Kneeling, I retrieved my running shoes, kicked off my slippers, and shrugged out of the oversized tee shirt I had worn to bed.  The room was chilly and I dressed quickly, pulling on underwear and shorts, a nylon windbreaker with yellow UCLA letters blazed across the back, and my shoes.  Next I checked my jacket pockets.  My fingers closed on the comforting cylinder of pepper spray I always carried when I ran.  The campus was relatively safe, but in early morning when almost no one was around, it didn’t hurt to take precautions.

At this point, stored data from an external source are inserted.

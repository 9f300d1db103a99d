package gibbs

import (
	"context"
	"sync/atomic"
	"testing"

	"github.com/beliefd/beliefd/service/model"
	"github.com/beliefd/beliefd/service/sampling"
)

// benchQuery is a strictly positive random model of 40 variables (2-4
// states, up to 3 parents) with hard evidence on two variables and soft
// evidence on one; the targets are all unobserved variables.
func benchQuery(b *testing.B) (*model.Network, *model.Evidence, []int) {
	net := randomNet(2024, 40, 3, 4)
	ev := net.NoEvidence()
	ev.Hard[39] = 0
	ev.Hard[25] = 1
	lik := make([]float64, net.Vars[12].Card())
	for s := range lik {
		lik[s] = 1 + float64(s)
	}
	ev.Soft[12] = lik
	targets, err := net.ResolveTargets(nil, ev)
	if err != nil {
		b.Fatal(err)
	}
	return net, ev, targets
}

// BenchmarkSweep measures one chain's sweeps over the 40-variable model,
// counting and storing every target, without diagnostics.
func BenchmarkSweep(b *testing.B) {
	net, ev, targets := benchQuery(b)
	p, err := newPlan(net, ev, targets)
	if err != nil {
		b.Fatal(err)
	}
	ch := newChain(p, maxStore, maxStore+DefaultSegmentSweeps+1)
	ch.rng = sampling.NewStream(1, 0)
	if err := ch.start(); err != nil {
		b.Fatal(err)
	}
	var abort atomic.Bool
	b.ReportAllocs()
	b.ResetTimer()
	for done := int64(0); done < int64(b.N); {
		to := min(done+DefaultSegmentSweeps, int64(b.N))
		ch.runSegment(done, to, 0, &abort)
		ch.commit()
		done = to
	}
	b.ReportMetric(float64(b.N)/b.Elapsed().Seconds(), "sweeps/s")
	b.ReportMetric(float64(len(p.free)), "free-vars")
}

// BenchmarkRun measures whole runs of 200,000 kept sweeps (4 chains,
// default burn-in of 5,000 sweeps per chain, GOMAXPROCS workers,
// diagnostics at the end) on the same model.
func BenchmarkRun(b *testing.B) {
	net, ev, targets := benchQuery(b)
	kept := int64(0)
	for i := 0; i < b.N; i++ {
		est, err := Run(context.Background(), net, ev, targets, Options{Seed: uint64(i), Stop: sampling.Stop{MaxSamples: 200_000}})
		if err != nil {
			b.Fatal(err)
		}
		kept += est.Samples
	}
	b.ReportMetric(float64(kept)/b.Elapsed().Seconds(), "kept-sweeps/s")
}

Moving quietly so as not to wake any of the other girls living in the house—or worse, Mrs. Random, our resident housemother—I grabbed my cell phone, locked my room, and descended the staircase to the main floor.  After easing out the front door, I made my way down a flight of tiled steps to Hilgard Avenue.  There I paused on the sidewalk, breathing in the crisp morning air.  Across the deserted street, in the cactus section of the Mildred E. Mathias Botanical Garden, the shadowy arms of forty-foot-high euphorbia, stands of aloes, and acres of spine-covered succulents rose in thorny thickets into the dawn skyline.  I stood a moment enjoying the view, then started off at a brisk clip.  After crossing Hilgard, I cut left onto a walkway bordering the garden.  Another turn brought me past the botany and plant physiology buildings and onto UCLA’s main campus.  Upon reaching the Health Sciences Center, I turned right.

I routinely varied the routes of my morning jogs, not only for safety, but also because I liked visiting different parts of the university’s lush campus.  After passing the inverted fountain near Franz Hall, where water spilled down a huge central hole, I proceeded north to Dixon Plaza, skirting its sprawling sycamores and stately fig trees.  Briefly I contemplated circling the Murphy Sculpture Garden as well, then decided against it.  I had taken that route yesterday.  Besides, going that way would lengthen my run, and I had things to do before my 10 AM literature class.

Increasing my pace, I turned west past a procession of older, ornately bricked buildings and descended to the athletic fields flanking Sunset Boulevard.  After passing Pauley Pavilion, I continued west to the student recreation center and the encircling dorms that comprised UCLA’s western border.  Until then I had seen almost no one.  Fighting an encroaching sense of unease, I remained alert as I headed back past the tennis courts and made another circuit around the athletic fields.  As always, my eyes and ears took in everything around me.  Since my assault, caution had become second nature:  parking in well-lit spaces, approaching my car with my keys out, wearing sensible shoes in case I had to flee, and carrying pepper spray when alone.  I hated living in fear of another attack.  On the other hand, I was determined it would never happen again.